Bilim adamları seven ve sevmeyen kişilere el yazısı ile “seviyorum” kelimesini yazdırmışlar. Bu kağıtlar daha sonra yazanları tanımayan kişilere okutulmuş. Bunu yazan kişi gerçekten seviyor mu? diye sorulmuş. Cevaplar değerlendirildiğinde neredeyse okuyanların tamamı doğru tahmin etmiş. Daha sonra bilim adamları el yazısı ile yazılan kelimeleri dikte ettirmişler. Sonuç şaşırtıcı olarak aynı çıkmış. Yani yazının duyguları aktarma gibi mistik bir özelliği var. Duygu aktarmayan eserler ne kadar donanımlı olsa da bu yüzden beğeni kitlesi oluşturamamaktadır. Biz bu tür eserlere kuru metin diyoruz.
Kürk Mantolu Madonna, Sabahattin Ali'nin en bilinen eserlerinden biridir ve duygusal tema olarak yalnızlık, aşk, içsel çatışma, yabancılaşma ve hayal kırıklığı gibi derin insani duyguları işler. Roman, iki ana karakter olan Raif Efendi ve Maria'nın hayatları üzerinden bu temaları tartışır.
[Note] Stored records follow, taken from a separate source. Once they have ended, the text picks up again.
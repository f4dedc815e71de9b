//! Scenario files: the recipe of a simulated array (pulsars, observing campaign, noise and the
//! common background), read from TOML, and its layout into pulsars with TOAs.

use crate::constants::{DM_REFERENCE_MHZ, GAMMA_BINARIES};
use crate::error::{Error, Result};
use crate::noise::{line_of, toml_error, NoiseModel, PulsarNoise, RedProcess, WhiteNoise};
use crate::release::Pulsar;
use crate::rng::{stream, Purpose};
use crate::sky::{isotropic_direction, Direction};
use rand::Rng;
use rand_distr::{Distribution, Normal};
use serde::{Deserialize, Serialize};
use std::path::Path;

/// A whole scenario file.
#[derive(Clone, Debug, Deserialize, Serialize)]
#[serde(deny_unknown_fields)]
pub struct Scenario {
    pub array: ArraySpec,
    #[serde(rename = "backend")]
    pub backends: Vec<BackendSpec>,
    pub white: WhiteSpec,
    #[serde(default)]
    pub red: Option<RedSpec>,
    #[serde(default)]
    pub dm: Option<RedSpec>,
    #[serde(default)]
    pub background: Option<BackgroundSpec>,
    #[serde(default)]
    pub simulation: SimulationSpec,
    /// The timing model fitted to the simulated residuals and shipped with the release.
    #[serde(default)]
    pub timing_model: TimingModelSpec,
    /// Optional explicit pulsars (positions); otherwise `array.n_pulsars` isotropic ones.
    #[serde(default, rename = "pulsar")]
    pub pulsars: Vec<PulsarSpec>,
}

/// The array and its campaign.
#[derive(Clone, Debug, Deserialize, Serialize)]
#[serde(deny_unknown_fields)]
pub struct ArraySpec {
    pub title: String,
    /// Number of pulsars at isotropic random positions (ignored when `[[pulsar]]` are given).
    #[serde(default)]
    pub n_pulsars: Option<usize>,
    pub start_mjd: f64,
    pub span_years: f64,
    /// Mean days between observing epochs of one pulsar with one backend.
    pub cadence_days: f64,
    /// Default seed (the command line's --seed overrides).
    #[serde(default)]
    pub seed: Option<u64>,
}

/// The timing model of the simulated pulsars (docs/simulation.md). Without a design matrix
/// every pulsar has the quadratic spin model (offset, spin frequency, spin-down).
#[derive(Clone, Copy, Debug, Default, Deserialize, Serialize, PartialEq)]
#[serde(deny_unknown_fields)]
pub struct TimingModelSpec {
    /// Also fit a dispersion-measure offset, slope and curvature, (nu_ref / nu)^2 x {1, t, t^2},
    /// in every pulsar observed at two or more radio frequencies, as timing fits of
    /// multi-frequency data do (the DM and its first two time derivatives; common practice,
    /// recalled from memory; see Keith et al. 2013, MNRAS 429, 2161). The release then ships each such
    /// pulsar's design matrix. Without it, chromatic power below 1 / T_span (`span_factor` > 1)
    /// stays in the residuals as a chromatic quadratic that no analysis model describes.
    #[serde(default)]
    pub dm_quadratic: bool,
}

/// Names of the design-matrix columns of the simulated timing model.
pub const TIMING_COLUMNS: [&str; 6] = [
    "offset",
    "spin_frequency",
    "spin_down",
    "dm_offset",
    "dm_slope",
    "dm_curvature",
];

/// The design matrix of a simulated pulsar's timing model (raw columns; every reader scales
/// them to unit norm): t in days since the start of the array, s = (nu_ref / nu)^2, columns
/// {1, t, t^2} and, with `dm_quadratic` and two or more distinct radio frequencies,
/// {s, s t, s t^2}. None when the quadratic spin model alone applies (the default model of a
/// release without a design matrix).
pub fn simulated_design(
    p: &Pulsar,
    start_mjd: f64,
    spec: TimingModelSpec,
) -> Option<crate::release::DesignMatrix> {
    let distinct = {
        let mut f: Vec<f64> = p.freq_mhz.clone();
        f.sort_by(f64::total_cmp);
        f.dedup();
        f.len()
    };
    if !spec.dm_quadratic || distinct < 2 {
        return None;
    }
    let n = p.n_toa();
    let mut values = ndarray::Array2::<f64>::zeros((n, TIMING_COLUMNS.len()));
    for i in 0..n {
        let t = p.mjd[i] - start_mjd;
        let s = (DM_REFERENCE_MHZ / p.freq_mhz[i]).powi(2);
        for (k, v) in [1.0, t, t * t, s, s * t, s * t * t].into_iter().enumerate() {
            values[[i, k]] = v;
        }
    }
    Some(crate::release::DesignMatrix {
        names: TIMING_COLUMNS.iter().map(|c| c.to_string()).collect(),
        values,
    })
}

/// An explicit pulsar.
#[derive(Clone, Debug, Deserialize, Serialize)]
#[serde(deny_unknown_fields)]
pub struct PulsarSpec {
    pub label: String,
    pub ra_deg: f64,
    pub dec_deg: f64,
}

/// One backend (receiver and recorder at one of our fictional observatories).
#[derive(Clone, Debug, Deserialize, Serialize)]
#[serde(deny_unknown_fields)]
pub struct BackendSpec {
    pub name: String,
    pub observatory: String,
    /// Radio frequency channels (MHz); one TOA per channel per epoch.
    pub freq_mhz: Vec<f64>,
    /// Share of pulsars this backend observes (each pulsar has at least one backend).
    #[serde(default = "one")]
    pub share: f64,
    /// When the backend starts and stops, as fractions of the span (default 0 to 1).
    #[serde(default)]
    pub active: Option<[f64; 2]>,
}

fn one() -> f64 {
    1.0
}

/// White-noise ranges; each pulsar (and backend) draws from them.
#[derive(Clone, Debug, Deserialize, Serialize)]
#[serde(deny_unknown_fields)]
pub struct WhiteSpec {
    /// Range of a pulsar's typical TOA uncertainty (microseconds), drawn log-uniformly.
    pub sigma_us: [f64; 2],
    /// Per-TOA scatter of the uncertainty about the pulsar's level, in dex.
    #[serde(default)]
    pub sigma_scatter_dex: f64,
    /// Range of EFAC per (pulsar, backend), uniform.
    #[serde(default = "unit_range")]
    pub efac: [f64; 2],
    /// Range of log10 EQUAD (s) per (pulsar, backend), uniform; none if absent.
    #[serde(default)]
    pub equad_log10_s: Option<[f64; 2]>,
    /// Range of log10 ECORR (s) per (pulsar, backend), uniform; none if absent.
    #[serde(default)]
    pub ecorr_log10_s: Option<[f64; 2]>,
}

fn unit_range() -> [f64; 2] {
    [1.0, 1.0]
}

/// Intrinsic red (or DM) noise of a share of the pulsars.
#[derive(Clone, Debug, Deserialize, Serialize)]
#[serde(deny_unknown_fields)]
pub struct RedSpec {
    pub share: f64,
    pub log10_amplitude: [f64; 2],
    pub spectral_index: [f64; 2],
}

/// The common background.
#[derive(Clone, Copy, Debug, Deserialize, Serialize, PartialEq)]
#[serde(deny_unknown_fields)]
pub struct BackgroundSpec {
    pub log10_amplitude: f64,
    #[serde(default = "gamma_default")]
    pub spectral_index: f64,
    #[serde(default = "pattern_default")]
    pub pattern: BackgroundPattern,
}

fn gamma_default() -> f64 {
    GAMMA_BINARIES
}
fn pattern_default() -> BackgroundPattern {
    BackgroundPattern::Hd
}

/// The inter-pulsar correlation of the injected background.
#[derive(Clone, Copy, Debug, Deserialize, Serialize, PartialEq, Eq)]
#[serde(rename_all = "lowercase")]
pub enum BackgroundPattern {
    Hd,
    Monopole,
    Dipole,
    /// A common process with no inter-pulsar correlation.
    Uncorrelated,
    None,
}

impl BackgroundPattern {
    /// The correlation pattern, when there is one.
    pub fn pattern(self) -> Option<crate::orf::Pattern> {
        use crate::orf::Pattern;
        match self {
            BackgroundPattern::Hd => Some(Pattern::Hd),
            BackgroundPattern::Monopole => Some(Pattern::Monopole),
            BackgroundPattern::Dipole => Some(Pattern::Dipole),
            _ => None,
        }
    }
}

/// How red processes are synthesised in the time domain.
#[derive(Clone, Copy, Debug, Deserialize, Serialize, PartialEq)]
#[serde(deny_unknown_fields)]
pub struct SimulationSpec {
    /// Highest simulated frequency in units of 1 / T_span.
    #[serde(default = "sim_k")]
    pub n_frequencies: usize,
    /// The simulated ladder has spacing 1 / (span_factor T_span), reaching down to that
    /// frequency, so power below 1 / T_span leaks in as it does in real data.
    #[serde(default = "sim_factor")]
    pub span_factor: usize,
}

fn sim_k() -> usize {
    30
}
fn sim_factor() -> usize {
    4
}

impl Default for SimulationSpec {
    fn default() -> Self {
        SimulationSpec {
            n_frequencies: sim_k(),
            span_factor: sim_factor(),
        }
    }
}

impl Scenario {
    /// Read and validate a scenario file.
    pub fn read(path: &Path) -> Result<Scenario> {
        let text = std::fs::read_to_string(path).map_err(|e| Error::io(path, e))?;
        Self::parse(&text, path)
    }

    /// Parse and validate scenario text.
    pub fn parse(text: &str, path: &Path) -> Result<Scenario> {
        let s: Scenario = toml::from_str(text).map_err(|e| toml_error(path, text, &e))?;
        let bad = |field: &str, msg: String| {
            let key = field.rsplit('.').next().unwrap_or(field);
            let line = text
                .find(&format!("{key} "))
                .or_else(|| text.find(&format!("{key}=")))
                .map(|o| line_of(text, o));
            Error::input(path, line, Some(field), msg)
        };
        let a = &s.array;
        if !(a.span_years.is_finite() && a.span_years > 0.1 && a.span_years < 100.0) {
            return Err(bad(
                "array.span_years",
                format!("must be in (0.1, 100), got {}", a.span_years),
            ));
        }
        if !(a.cadence_days.is_finite()
            && a.cadence_days >= 1.0
            && a.cadence_days < a.span_years * 365.25 / 4.0)
        {
            return Err(bad(
                "array.cadence_days",
                format!(
                    "must be at least 1 day and give several epochs, got {}",
                    a.cadence_days
                ),
            ));
        }
        if !(a.start_mjd.is_finite() && a.start_mjd > 0.0) {
            return Err(bad(
                "array.start_mjd",
                format!("{} is not a plausible MJD", a.start_mjd),
            ));
        }
        let n = if s.pulsars.is_empty() {
            a.n_pulsars.unwrap_or(0)
        } else {
            s.pulsars.len()
        };
        if n < crate::release::MIN_PULSARS {
            return Err(bad(
                "array.n_pulsars",
                format!(
                    "need at least {} pulsars, got {n}",
                    crate::release::MIN_PULSARS
                ),
            ));
        }
        if s.backends.is_empty() {
            return Err(bad("backend", "give at least one [[backend]]".into()));
        }
        for (i, b) in s.backends.iter().enumerate() {
            if b.freq_mhz.is_empty() || b.freq_mhz.iter().any(|f| !(f.is_finite() && *f > 10.0)) {
                return Err(bad(
                    &format!("backend[{i}].freq_mhz"),
                    "give radio frequencies above 10 MHz".into(),
                ));
            }
            if !(0.0..=1.0).contains(&b.share) {
                return Err(bad(
                    &format!("backend[{i}].share"),
                    format!("must be in [0, 1], got {}", b.share),
                ));
            }
            if let Some([lo, hi]) = b.active {
                if !(0.0 <= lo && lo < hi && hi <= 1.0) {
                    return Err(bad(
                        &format!("backend[{i}].active"),
                        "must be [start, stop] with 0 <= start < stop <= 1".into(),
                    ));
                }
            }
        }
        let w = &s.white;
        if !(w.sigma_us[0] > 0.0 && w.sigma_us[0] <= w.sigma_us[1] && w.sigma_us[1].is_finite()) {
            return Err(bad(
                "white.sigma_us",
                "must be [low, high] with 0 < low <= high".into(),
            ));
        }
        if !(w.efac[0] > 0.0 && w.efac[0] <= w.efac[1]) {
            return Err(bad(
                "white.efac",
                "must be [low, high] with 0 < low <= high".into(),
            ));
        }
        for (name, r) in [("red", &s.red), ("dm", &s.dm)] {
            if let Some(r) = r {
                if !(0.0..=1.0).contains(&r.share) {
                    return Err(bad(&format!("{name}.share"), "must be in [0, 1]".into()));
                }
                if r.log10_amplitude[0] > r.log10_amplitude[1]
                    || r.spectral_index[0] > r.spectral_index[1]
                    || r.spectral_index[0] <= 0.0
                {
                    return Err(bad(
                        &format!("{name}.spectral_index"),
                        "ranges must be [low, high] with positive indices".into(),
                    ));
                }
            }
        }
        if let Some(b) = &s.background {
            if !(b.log10_amplitude.is_finite() && b.log10_amplitude < -10.0) {
                return Err(bad(
                    "background.log10_amplitude",
                    format!("{} is not a plausible log10 amplitude", b.log10_amplitude),
                ));
            }
            if !(b.spectral_index > 0.0 && b.spectral_index <= 10.0) {
                return Err(bad(
                    "background.spectral_index",
                    "must be in (0, 10]".into(),
                ));
            }
        }
        if s.simulation.n_frequencies == 0 || s.simulation.span_factor == 0 {
            return Err(bad(
                "simulation.n_frequencies",
                "n_frequencies and span_factor must be at least 1".into(),
            ));
        }
        check_ranges(&s).map_err(|(f, m)| bad(&f, m))?;
        Ok(s)
    }

    /// The seed: the command line's if given, else the file's, else 1.
    pub fn seed(&self, cli: Option<u64>) -> u64 {
        cli.or(self.array.seed).unwrap_or(1)
    }
}
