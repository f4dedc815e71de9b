//! Reproducible randomness: every generator is a function of (seed, purpose, index) alone, so a
//! trial's numbers do not depend on the thread that runs it or on how trials are split into
//! shards.

use rand::SeedableRng;
use rand_chacha::ChaCha8Rng;

/// What a generator is for; distinct purposes give independent streams for the same seed.
#[derive(Clone, Copy, Debug, PartialEq, Eq)]
#[repr(u64)]
pub enum Purpose {
    Layout = 1,
    Pulsar = 2,
    Background = 3,
    Scramble = 4,
    Phase = 5,
    SimulatedNull = 6,
    Injection = 7,
    TimeDomainNull = 8,
    NoiseStart = 9,
    NoiseChain = 10,
    /// Row picks of the noise-marginalised OS (nmos/).
    NoiseDraws = 13,
    /// Posterior draws of the common process (`ptacorr common`, common-draws.csv).
    CommonDraw = 21,
    /// Chains of the common free spectrum.
    FreeSpectrumChain = 22,
    /// Chains of the joint fit of the pulsars' red noise with the common process.
    JointRedChain = 23,
}

/// SplitMix64 finaliser (Steele, Lea & Flood 2014), used to spread seeds.
pub fn splitmix64(mut z: u64) -> u64 {
    z = z.wrapping_add(0x9e37_79b9_7f4a_7c15);
    z = (z ^ (z >> 30)).wrapping_mul(0xbf58_476d_1ce4_e5b9);
    z = (z ^ (z >> 27)).wrapping_mul(0x94d0_49bb_1331_11eb);
    z ^ (z >> 31)
}

/// The generator of item `index` for `purpose` under `seed`: a ChaCha8 key derived from
/// (seed, purpose) and the ChaCha stream number set to `index`.
pub fn stream(seed: u64, purpose: Purpose, index: u64) -> ChaCha8Rng {
    let mut key = [0u8; 32];
    let mut z = splitmix64(seed ^ splitmix64(purpose as u64));
    for chunk in key.chunks_mut(8) {
        z = splitmix64(z);
        chunk.copy_from_slice(&z.to_le_bytes());
    }
    let mut rng = ChaCha8Rng::from_seed(key);
    rng.set_stream(index);
    rng
}

#[cfg(test)]
mod tests {
    use super::*;
    use rand::Rng;

    #[test]
    fn streams_depend_only_on_their_arguments() {
        let a: u64 = stream(7, Purpose::Scramble, 3).random();
        let b: u64 = stream(7, Purpose::Scramble, 3).random();
        let c: u64 = stream(7, Purpose::Scramble, 4).random();
        let d: u64 = stream(7, Purpose::Phase, 3).random();
        let e: u64 = stream(8, Purpose::Scramble, 3).random();
        assert_eq!(a, b);
        assert!(a != c && a != d && a != e);
    }
}
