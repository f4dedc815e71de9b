//! Sky scrambles (Cornish & Sampson 2016; Taylor et al. 2017): move every pulsar to an isotropic
//! random position and recompute the optimal statistic with the same rho_ab and sigma_ab. Only
//! the pattern values G'_ab change, so a trial costs O(pairs):
//!     SNR' = sum G' rho/sigma^2 / (sum G'^2 / sigma^2)^(1/2)      (Chamberlin et al. 2015)
//! A scramble is kept when its match with the true pattern (docs/null.md),
//!     M = sum G G' / (sum G^2 sum G'^2)^(1/2)       (unweighted, as in Taylor et al. 2017)
//! has |M| below the threshold: an anti-matching scramble carries the true pattern as much as a
//! matching one (our choice, documented in docs/null.md).

use super::{Control, NullSettings, Prepared, Trial, TrialSource};
use crate::error::{Error, Result};
use crate::orf::Pattern;
use crate::rng::{stream, Purpose};
use rand::Rng;

/// Draws allowed for one trial before the threshold is declared unreachable.
pub const MAX_ATTEMPTS: u64 = 100_000;

/// ln x for positive normal x, branch-free so that loops over it vectorise: x = m 2^e with
/// m in [sqrt(1/2), sqrt(2)), ln m = 2 atanh(s) = 2 (s + s^3/3 + ...), s = (m - 1)/(m + 1),
/// |s| <= 0.1716, ten terms (truncation below 1e-16; Abramowitz & Stegun 1964, 4.1.28 with
/// z = m, the series of ln((1+s)/(1-s))).
#[inline(always)]
pub fn fast_ln(x: f64) -> f64 {
    const SQRT2: f64 = std::f64::consts::SQRT_2;
    const LN2: f64 = std::f64::consts::LN_2;
    let bits = x.to_bits();
    // The biased exponent as an exact f64 without an integer conversion instruction.
    let e = f64::from_bits(0x4330_0000_0000_0000 | (bits >> 52)) - 4_503_599_627_370_496.0 - 1023.0;
    let m = f64::from_bits((bits & 0x000f_ffff_ffff_ffff) | 0x3ff0_0000_0000_0000);
    let big = m > SQRT2;
    let m = if big { 0.5 * m } else { m };
    let e = if big { e + 1.0 } else { e };
    let s = (m - 1.0) / (m + 1.0);
    let s2 = s * s;
    let mut p = 1.0 / 19.0;
    for c in [17.0, 15.0, 13.0, 11.0, 9.0, 7.0, 5.0, 3.0, 1.0] {
        p = p * s2 + 1.0 / c;
    }
    e * LN2 + 2.0 * s * p
}

/// Hellings-Downs G(zeta) = 1/2 - x/4 + (3/2) x ln x, x = (1 - cos zeta)/2 (Hellings & Downs
/// 1983), with [`fast_ln`]; G = 1/2 at x = 0.
#[inline(always)]
pub fn hd_fast(cos_zeta: f64) -> f64 {
    let x = 0.5 * (1.0 - cos_zeta.clamp(-1.0, 1.0));
    let xs = x.max(1e-300);
    0.5 - 0.25 * x + 1.5 * xs * fast_ln(xs)
}

/// Lanes of the fixed-order sums: lane l adds the terms whose index in the pair array is
/// l mod 8, and the lanes are added in a fixed tree at the end. The order is a function of the
/// array size alone, so a trial's sums are the same numbers on every thread, machine and
/// instruction set (the compiler neither reorders nor fuses floating-point operations).
const LANES: usize = 8;

/// (cos 2 pi v, sin 2 pi v) for v in [0, 1), branch-free so that loops over it vectorise:
/// 4 v = n + 4 f with n the nearest integer (exact, by adding 1.5 2^52) and |f| <= 1/8, so
/// theta = 2 pi f is in [-pi/4, pi/4]; sin and cos of theta from their Taylor series to
/// theta^15 and theta^16 (truncation below 5e-17; Abramowitz & Stegun 1964, 4.3.65 and 4.3.66),
/// then rotated by the quadrant n mod 4. Agrees with the platform's sin/cos of 2 pi v to 1e-15
/// (test; most of that is the rounding of the reference's own argument 2 pi v, up to 4.4e-16).
#[inline(always)]
pub fn cos_sin_turn(v: f64) -> (f64, f64) {
    const MAGIC: f64 = 6_755_399_441_055_744.0; // 1.5 * 2^52: its ulp is 1
    const S: [f64; 7] = [
        -1.0 / 6.0,
        1.0 / 120.0,
        -1.0 / 5040.0,
        1.0 / 362_880.0,
        -1.0 / 39_916_800.0,
        1.0 / 6_227_020_800.0,
        -1.0 / 1_307_674_368_000.0,
    ];
    const C: [f64; 8] = [
        -1.0 / 2.0,
        1.0 / 24.0,
        -1.0 / 720.0,
        1.0 / 40_320.0,
        -1.0 / 3_628_800.0,
        1.0 / 479_001_600.0,
        -1.0 / 87_178_291_200.0,
        1.0 / 20_922_789_888_000.0,
    ];
    let t = 4.0 * v;
    let r = t + MAGIC;
    let q = r.to_bits() & 3;
    let f = (t - (r - MAGIC)) * 0.25;
    let th = f * std::f64::consts::TAU;
    let t2 = th * th;
    let mut ps = S[6];
    for c in [S[5], S[4], S[3], S[2], S[1], S[0]] {
        ps = ps * t2 + c;
    }
    let s = th + th * t2 * ps;
    let mut pc = C[7];
    for c in [C[6], C[5], C[4], C[3], C[2], C[1], C[0]] {
        pc = pc * t2 + c;
    }
    let c = 1.0 + t2 * pc;
    // Quadrant q: cos(q pi/2 + theta), sin(q pi/2 + theta) = (c, s), (-s, c), (-c, -s), (s, -c).
    let (a, b) = if q & 1 == 1 { (s, c) } else { (c, s) };
    let ca = if q == 1 || q == 2 { -a } else { a };
    let sb = if q >= 2 { -b } else { b };
    (ca, sb)
}

/// Isotropic unit vectors from uniforms u, v in [0, 1): z = 2u - 1, azimuth 2 pi v (the same map
/// as [`crate::sky::isotropic_direction`], with [`cos_sin_turn`] for the azimuth).
#[inline(always)]
fn directions(u: &[f64], v: &[f64], x: &mut [f64], y: &mut [f64], z: &mut [f64]) {
    for ((((u, v), x), y), z) in u.iter().zip(v).zip(x).zip(y).zip(z) {
        let zz = 2.0 * u - 1.0;
        let r = (1.0 - zz * zz).max(0.0).sqrt();
        let (c, s) = cos_sin_turn(*v);
        *x = r * c;
        *y = r * s;
        *z = zz;
    }
}

/// Add the lanes in a fixed tree.
#[inline(always)]
fn lane_sum(a: &[f64; LANES]) -> f64 {
    ((a[0] + a[1]) + (a[2] + a[3])) + ((a[4] + a[5]) + (a[6] + a[7]))
}

/// The pair arrays of the kernels are padded: row a (pairs a < b) starts at a multiple of
/// [`LANES`] and is followed by zeros up to the next multiple, so that every row is whole
/// vectors (no scalar remainder) and a sum over the padded array is the sum over the pairs.
/// Returns each row's start and the padded length.
fn padded_rows(n: usize) -> (Vec<usize>, usize) {
    let mut starts = Vec::with_capacity(n);
    let mut k = 0;
    for a in 0..n {
        starts.push(k);
        k += (n - a - 1).div_ceil(LANES) * LANES;
    }
    (starts, k)
}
Raif Efendi, hayatta içsel bir boşluk ve yalnızlık hissiyle yaşamaktadır. Onun Maria’ya duyduğu aşk, hem bir kurtuluş arayışı hem de kendi kimliğiyle yüzleşme sürecidir. Maria ise, dışarıdan güçlü ve bağımsız gibi görünse de, içsel bir boşluk ve acı taşımaktadır. Aşkları, hem birbirlerine hem de topluma yabancılaşan iki karakterin birbirlerini anlamaya ve kabul etmeye çalışmalarının hikayesidir.
Romanın duygusal teması, aşka dair naif beklentiler ve hayal kırıklıklarının yanı sıra, insanın kendi içsel dünyasında kaybolmuşluk ve başkalarıyla gerçek bir bağlantı kuramamanın acısını da işler. Aynı zamanda toplumsal değerler ve bireysel özgürlük arasındaki çatışma, karakterlerin içsel dünyalarındaki derin boşlukla birleşir.
Sabahattin Ali’nin bu romanının çok tutulmasının gerçek nedeni de yukarıda anlatmış olduğum konudur. Yazar yalnızlık, aşk, içsel çatışma, yabancılaşma ve hayal kırıklığı hislerini gerçekten yaşayarak aktarmıştır.
Bu aralar yapay zeka mükemmel işler çıkarıyor. Hem de bir çok alanda. Biz yapay zeka ile yarışamayız diyerek bu alanları terk mi edelim. Hayır. Yapay zeka ne kadar mükemmel olursa olsun. Kuru bir metinden ya da kuru bir görselden ileri gidemeyecektir. Belki de insanı insan yapan mükemmelliği değildir. Onun toylukları, yaşanmışlıkları, acıları, mutlulukları, paradokslarıdır. Geleceğin dünyasın da ne altının, ne paranın değeri olmayacağını, bu insani duygu izlerinin para edeceğini şimdiden görebiliyorum. Bu nedenle duygularımızı yitirmeyelim. Çünkü başkaları bunu anlıyor.